As rumors circulate around the new Ford Bronco, it’s obvious that the upcoming model will not be the average suburban superstar crossover. This is not a vehicle meant to compete with cars like the Toyota RAV4 or Honda CR-V. No, the new Bronco will be an affordable retro-inspired off-road SUV, and there’s only one other currently-available product we can think of that ticks all those boxes: the Jeep Wrangler. The newly redesigned Wrangler JL includes thoughtful changes over its predecessor that improve the tough little truck so much so that we named it our 2019 SUV of the Year. If Ford aims to capture some of the Wrangler’s sales, the Bronco team would be foolish not to take some inspiration from the venerable Jeep. Here are five things the Bronco team can learn from the Jeep Wrangler.
Doors off, roof off
The image of a topless, doorless Wrangler is as iconic as the military vehicle on which it’s based, and any Wrangler competitor would be remiss to skip out on features so crucial to the off-road experience. Plus, as we found in our Porsche 911 Cabriolet First Drive, top-down motoring is good for your health. Beyond just including a removable top and doors, make them usable! One of our favorite improvements on the new Wrangler is how easy it is to take apart, with a streamlined folding soft top, simplified flip-down windshield, and doors that clearly mark which tool you’ll need to remove them. If this report is accurate, Ford actually has the Wrangler beat on one count: the Bronco’s removable doors will be stashable in the cargo hold.
Give us options
One of the things that makes the Wrangler so versatile is that it’s offered in both two- and four-door configurations. While the pricier and more family-friendly four-door Wrangler Unlimited outsells its smaller sibling four to one, the two-door has an advantage off-road with its tighter turning radius, shorter wheelbase, and smaller footprint. The two-door is actually so stubby that it made our list of smallest SUVs currently on sale. Offering multiple configurations for the Bronco will be key; providing a more affordable two-door with the advantage off-road while still building the four-door and keeping the Bronco accessible for buyers who need the extra room.

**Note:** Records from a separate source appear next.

import { describe, expect, it, vi } from 'vitest';
import { steadyPower } from '@/lib/physics/collector';
import { beamModifier } from '@/lib/physics/incidence-angle';
import { PlanBuilder } from '@/lib/simulation/build-plan';
import type { HourColumns, YearResult } from '@/lib/simulation/results';
import { createSimulator, runPlan, type SimulationInput } from '@/lib/simulation/simulate';
import { SiteCache } from '@/lib/simulation/site-cache';
import { StoreLayers } from '@/lib/simulation/store-layers';
import { Tally } from '@/lib/simulation/tally';
import { HOURS_PER_DAY, HOURS_PER_YEAR, MONTH_START_HOUR, STEFAN_BOLTZMANN, toKelvin, toRadians, WH_PER_KWH } from '@/lib/units/constants'; // prettier-ignore
import {
  example,
  idealHeat,
  lowland,
  onlyFloor,
  onlyRadiators,
  supply55,
  yearOf,
  type Change,
} from './example-runs';

/* What must be true of any year (model.md section 11); own requirements unless a source stands beside them. */

// the stiffest design takes seconds by itself, and a shared machine some more
vi.setConfig({ testTimeout: 60_000 });

const winterMonths = Array.from({ length: 12 }, (_, m) => m < 4 || m > 8);
const noMonths = Array<boolean>(12).fill(false);
const simulator = createSimulator();
const run = (change: Change) => yearOf(example(change), simulator);

const cases: Record<string, Change> = {
  'the demonstration': {},
  'floor alone': { house: { emitters: onlyFloor } },
  'radiators at 55 °C, cloudy lowland': {
    house: { emitters: onlyRadiators },
    supply: supply55,
    weather: lowland,
  },
  'ideal set point': { house: { emitters: idealHeat } },
  'store inside the house': { store: { insideHouse: true, roomC: 20 } },
  'one layer': { store: { layers: 1 } },
  'twelve layers': { store: { layers: 12 } },
  'unglazed mat': { cover: 'none' },
  'twin-wall sheet': { cover: 'twin-wall' },
  'selective plate': { cover: 'selective glass' },
  'winter months': { array: { mountedMonths: winterMonths } },
  'three months in summer': { array: { mountedMonths: winterMonths.map((_, m) => m > 4 && m < 8) } },
  'no backup worth the name': {
    backup: { fuel: 'wood', ratedW: 500, seasonalEfficiency: 0.7 },
  },
  'no backup': { backup: { fuel: 'wood', ratedW: 0, seasonalEfficiency: 0.7 } },
  'small store, large array, low limit': {
    array: { areaM2: 60, flowKgPerSM2: 0.03 },
    store: { volumeL: 200 },
    controller: { storeLimitC: 50 },
  },
  'long pipes with heavy walls': {
    array: { pipeLengthM: 60, pipeCapacityJPerMK: 3000, pipeLossWPerMK: 0.6 },
  },
  'accurate steps': { numerics: { theta: 0.25 } },
};

describe('energy balance of the year', () => {
  for (const [name, change] of Object.entries(cases)) {
    it(`closes to 1e-11 of its inputs: ${name}`, () => {
      const { balance } = run(change);
      expect(balance.residualShare).toBeLessThanOrEqual(1e-11);
      expect(balance.inKwh.windowSun).toBeGreaterThan(0);
    });
  }

  it('reports heat that is missing instead of hiding it', () => {
    expect(run(cases['no backup']!).year.unmetKwh).toBeGreaterThan(100);
    expect(run({ backup: { fuel: 'gas', ratedW: 40_000, seasonalEfficiency: 0.9 } }).year.unmetKwh).toBe(0); // prettier-ignore
  });
});

describe('without an array', () => {
  const nothing = { 'no area': { areaM2: 0 }, 'no mounted month': { mountedMonths: noMonths } };
  for (const [name, array] of Object.entries(nothing)) {
    it(`the sun gives exactly nothing and the pump never starts: ${name}`, () => {
      const { year, columns } = run({ array });
      expect(year.solarHeatingKwh).toBe(0);
      expect(year.solarTapKwh).toBe(0);
      expect(year.collectedKwh).toBe(0);
      expect(year.fractions.solar).toBe(0);
      expect(year.starts).toBe(0);
      expect(year.pumpKwh).toBe(0);
      expect(columns.arrayW.every((w) => w === 0)).toBe(true);
    });
  }

  it('buys what the reference house buys', () => {
    const { year } = run({ array: { areaM2: 0 } });
    expect(year.boughtKwh).toBeCloseTo(year.referenceBoughtKwh, 6);
  });
});

describe('a store left alone', () => {
  it('without loss, conduction or draw it keeps every layer to the last digit', () => {
    const store = new StoreLayers(8, 2000, new Float64Array(8), 0, 12);
    const start = [71, 66, 60, 52, 47, 40, 31, 22];
    store.t.set(start);
    store.dtS = 900;
    for (let step = 0; step < 4 * HOURS_PER_YEAR; step++) {
      store.predict();
      store.correct();
    }
    expect([...store.t]).toEqual(start);
  });

  it('without loss conduction evens it out and loses nothing', () => {
    const store = new StoreLayers(4, 1000, new Float64Array(4), 2, 12);
    store.t.set([70, 50, 30, 10]);
    store.dtS = 900;
    for (let step = 0; step < 100 * HOURS_PER_YEAR; step++) {
      store.predict();
      store.correct();
    }
    for (const layerC of store.t) expect(layerC).toBeCloseTo(40, 9);
  });
});

describe('order of covers', () => {
  it('film < twin-wall < selective glass with radiators at 55 °C', () => {
    const solar = (cover: Change['cover']) => {
      const { year } = run({ cover, house: { emitters: onlyRadiators }, supply: supply55 });
      return year.solarHeatingKwh + year.solarTapKwh;
    };
    const [film, twinWall, selective] = [solar('film'), solar('twin-wall'), solar('selective glass')];
    expect(film).toBeGreaterThan(500);
    expect(twinWall).toBeGreaterThan(film);
    expect(selective).toBeGreaterThan(twinWall);
  });
});

/** Power of the steady curve in each hour at a fixed mean water temperature, losses never counted [W]. */
function handPowers({ weather, design, numerics }: SimulationInput, waterC: number): Float64Array {
  const { collector, array } = design;
  const site = new SiteCache(weather);
  const plane = site.plane(array, numerics.skyModel);
  const toSky = 0.5 * (1 + Math.cos(toRadians(array.tiltDeg)));
  return Float64Array.from({ length: HOURS_PER_YEAR }, (_, h) => {
    const airC = site.outdoorC[h]!;
    const cosine = Math.cos(toRadians(plane.incidenceDeg[h]!));
    const power = steadyPower(collector.curve, waterC, {
      beamWm2: plane.beamWm2[h]!,
      beamModifier: plane.beamWm2[h]! > 0 ? beamModifier(collector.curve.b0, cosine) : 0,
      diffuseWm2: plane.diffuseWm2[h]! + plane.groundWm2[h]!,
      airC,
      windMPerS: site.windMPerS[h]! * array.windFactor,
      longwaveWm2: toSky * weather.skyLongwaveWm2[h]! + (1 - toSky) * STEFAN_BOLTZMANN * toKelvin(airC) ** 4,
    });
    return array.areaM2 * collector.widthFactor * Math.max(0, power);
  });
}

/*
 * No hour is judged alone: the plate and the water in it carry heat from one hour into the next, so an hour after a
 * bright one may give more than its own sun. From midnight on, when the array stands cold and empty, the running sum
 * of a day cannot: all that is above the coldest water was taken in at a water at least as warm.
 */
describe('collected heat against the hand sum of the curve at the coldest water that entered the array', () => {
  const judged: Record<string, Change> = {
    ...cases,
    'no pipe': { array: { pipeLengthM: 0 } },
    'least flow, no minimum run': { array: { flowKgPerSM2: 0.004 }, controller: { minimumRunS: 0 } },
  };
  for (const [name, change] of Object.entries(judged)) {
    it(`is never above it, from midnight to any hour of any day: ${name}`, () => {
      const input = example(change);
      const { year, columns } = yearOf(input, simulator);
      const hand = handPowers(input, year.coldestInletC);
      let above = 0;
      for (let day = 0; day < HOURS_PER_YEAR / HOURS_PER_DAY; day++) {
        let collected = 0;
        let allowed = 0;
        for (let h = day * HOURS_PER_DAY; h < (day + 1) * HOURS_PER_DAY; h++) {
          collected += columns.arrayW[h]!;
          allowed += hand[h]!;
          // half a 32-bit digit of the columns
          if (collected > allowed * (1 + 1e-6) + 1e-3) above++;
        }
      }
      expect(above).toBe(0);
      expect(year.collectedKwh).toBeGreaterThan(0);
      expect(year.collectedKwh).toBeLessThan(hand.reduce((sum, w) => sum + w, 0) / WH_PER_KWH);
    });
  }
});

/** Sum of an hourly column over a month, and of its absolute values [kWh]. */
function columnSum(column: Float32Array, month: number): { sum: number; size: number } {
  let sum = 0;
  let size = 0;
  for (let h = MONTH_START_HOUR[month]!; h < MONTH_START_HOUR[month + 1]!; h++) {
    sum += column[h]!;
    size += Math.abs(column[h]!);
  }
  return { sum: sum / WH_PER_KWH, size: size / WH_PER_KWH };
}

describe('hours, months and year', () => {
  const pairs = [
    ['arrayW', 'collectedKwh'],
    ['solarHeatingW', 'solarHeatingKwh'],
    ['solarTapW', 'solarTapKwh'],
    ['backupHeatingW', 'backupHeatingKwh'],
    ['backupTapW', 'backupTapKwh'],
    ['unmetW', 'unmetKwh'],
  ] as const;
  const result = run({ backup: { fuel: 'wood', ratedW: 4000, seasonalEfficiency: 0.7 } });

  for (const [column, field] of pairs) {
    it(`${column} sums to ${field} of each month within 1e-5`, () => {
      result.months.forEach((month, m) => {
        const { sum, size } = columnSum(result.columns[column], m);
        expect(Math.abs(sum - month[field])).toBeLessThanOrEqual(1e-5 * size);
      });
      expect(result.year[field]).toBeGreaterThan(0);
    });
  }

  it('the pump’s shares sum to its hours', () => {
    result.months.forEach((month, m) => {
      const { sum } = columnSum(result.columns.pumpShare, m);
      expect(Math.abs(sum * WH_PER_KWH - month.pumpHours)).toBeLessThanOrEqual(1e-5 * month.pumpHours);
    });
  });

  it('twelve months sum to the year', () => {
    const { meanOutdoorC, ...energies } = result.months[0]!;
    expect(meanOutdoorC).toBeLessThan(result.year.meanOutdoorC);
    for (const field of Object.keys(energies) as (keyof typeof energies)[]) {
      const sum = result.months.reduce((total, month) => total + month[field], 0);
      expect(Math.abs(sum - result.year[field])).toBeLessThanOrEqual(1e-12 * Math.abs(sum));
    }
  });

  it('heat to the house is that of sun and backup together', () => {
    const { heatingKwh, solarHeatingKwh, backupHeatingKwh } = result.year;
    expect(Math.abs(solarHeatingKwh + backupHeatingKwh - heatingKwh)).toBeLessThanOrEqual(1e-12 * heatingKwh);
  });

  it('each hour has one carrier', () => {
    expect(result.year.carrierHours.reduce((sum, hours) => sum + hours, 0)).toBe(HOURS_PER_YEAR);
  });
});

function bytesOf(result: YearResult): string {
  const { columns, ...rest } = result;
  const hex = (name: keyof HourColumns) => {
    const { buffer, byteOffset, byteLength } = columns[name];
    return Buffer.from(buffer, byteOffset, byteLength).toString('base64');
  };
  return JSON.stringify([rest, (Object.keys(columns) as (keyof HourColumns)[]).sort().map(hex)]);
}

describe('determinism', () => {
  it('gives the same bytes twice, whatever ran before and in a new simulator', () => {
    const input = example({ cover: 'glass', array: { tiltDeg: 51 } });
    const kept = createSimulator();
    const first = bytesOf(yearOf(input, kept));
    for (const change of [{ array: { areaM2: 0 } }, { weather: lowland }, { store: { layers: 12 } }]) {
      yearOf(example(change), kept);
    }
    // compared as booleans: a difference of megabytes helps nobody
    expect(bytesOf(yearOf(input, kept)) === first).toBe(true);
    expect(bytesOf(yearOf(example({ cover: 'glass', array: { tiltDeg: 51 } }))) === first).toBe(true);
  });
});

describe('designs that cannot be worked', () => {
  it('a run beyond its sub-steps is given up with a value, not an exception', () => {
    const plan = new PlanBuilder().plan(example());
    expect(runPlan({ ...plan, subStepCap: 1000 }, new Tally(plan.layers)).status).toBe('too stiff');
    expect(runPlan(plan, new Tally(plan.layers)).status).toBe('done');
  });

  it('the simulator answers a design too stiff for its time in words', () => {
    // a hall's loop flow through layers of 17 kg
    const outcome = simulator.run(
      example({
        house: { volumeM3: 8000, airChangePerH: 3, emitters: onlyRadiators },
        store: { volumeL: 200, layers: 12 },
        supply: { designSupplyC: 55, designSpreadK: 3, limitC: 65 },
        numerics: { theta: 0.05 },
      }),
    );
    expect(outcome).toMatchObject({ ok: false, code: 'too stiff' });
    if (!outcome.ok) expect(outcome.message).toMatch(/larger store, fewer layers or a smaller flow/);
  });

  it('a shell that its own inner surfaces cannot feed is refused in words', () => {
    const outcome = simulator.run(example({ house: { floorAreaM2: 10 } }));
    expect(outcome).toMatchObject({ ok: true });
    const shell = example().house.shell.map((element) => ({ ...element, areaM2: 10 * element.areaM2 }));
    const refused = simulator.run(example({ house: { floorAreaM2: 30, shell } }));
    expect(refused).toMatchObject({ ok: false, code: 'shell and floor disagree' });
    if (!refused.ok)
      expect(refused.message).toMatch(/inner surfaces of 30 m² of floor can give \(683 W\/K\)/);
  });

  it('a state that is no number ends the run with a value', () => {
    const { weather } = example();
    const dryBulbC = weather.dryBulbC.slice();
    dryBulbC[1000] = NaN;
    expect(simulator.run(example({ weather: { ...weather, dryBulbC } }))).toMatchObject({
      ok: false,
      code: 'not finite',
    });
  });
});

describe('the empty collector', () => {
  it('gives nothing in hours without pump', () => {
    for (const change of [{}, { cover: 'none' as const }, { array: { mountedMonths: winterMonths } }]) {
      const { columns } = run(change);
      let hours = 0;
      for (let h = 0; h < HOURS_PER_YEAR; h++) {
        if (columns.pumpShare[h] !== 0) continue;
        hours++;
        expect(columns.arrayW[h]).toBe(0);
      }
      expect(hours).toBeGreaterThan(4000);
    }
  });

  it('starts no pump in months in which it is not mounted', () => {
    const { months, columns } = run({ array: { mountedMonths: winterMonths } });
    months.forEach((month, m) => {
      if (winterMonths[m]) expect(month.starts).toBeGreaterThan(0);
      else expect(month).toMatchObject({ starts: 0, collectedKwh: 0, planeKwh: 0, pumpHours: 0 });
    });
    expect(columns.dryPlateC.slice(MONTH_START_HOUR[4], MONTH_START_HOUR[9]).every(Number.isNaN)).toBe(true);
  });
});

Performance on- and off-road
As we touched upon in a recent off-roader comparison test, it’s as important for a car like this to be a comfortable driver on the way to the trails as it is to perform once you get there. The Wrangler JL’s vastly improved road manners are a big part of why it came out on top in that comparison. Even the entry-level Bronco needs to be extremely capable off-road if it wants to have enough credibility to back up its rugged design and long history, but if it drives like a wooden-wheeled block on pavement, it won’t be able to compete with the Wrangler. The Bronco family should also include a beefed-up knobby-tired model like the Wrangler Rubicon, preferably with the locking differentials, disconnectable anti-roll bar, and low-range gears that make that vehicle so unstoppable when the road gets bumpy.
Part of what makes the modern Wrangler so iconic is that it retains the boxy shape and seven-slot grille of the Willys Jeep military vehicle it’s descended from. The Wrangler isn’t aimed at practical buyers—they would have bought the aforementioned RAV4 or CR-V—so Ford should throw conventional aerodynamic design out the window and debut the new Bronco as a big, boxy brute, just like the first-generation model. And because the Bronco is aimed at enthusiasts, take some inspiration from the Wrangler’s Willys-inspired hidden Easter eggs and give them/us something to geek out over.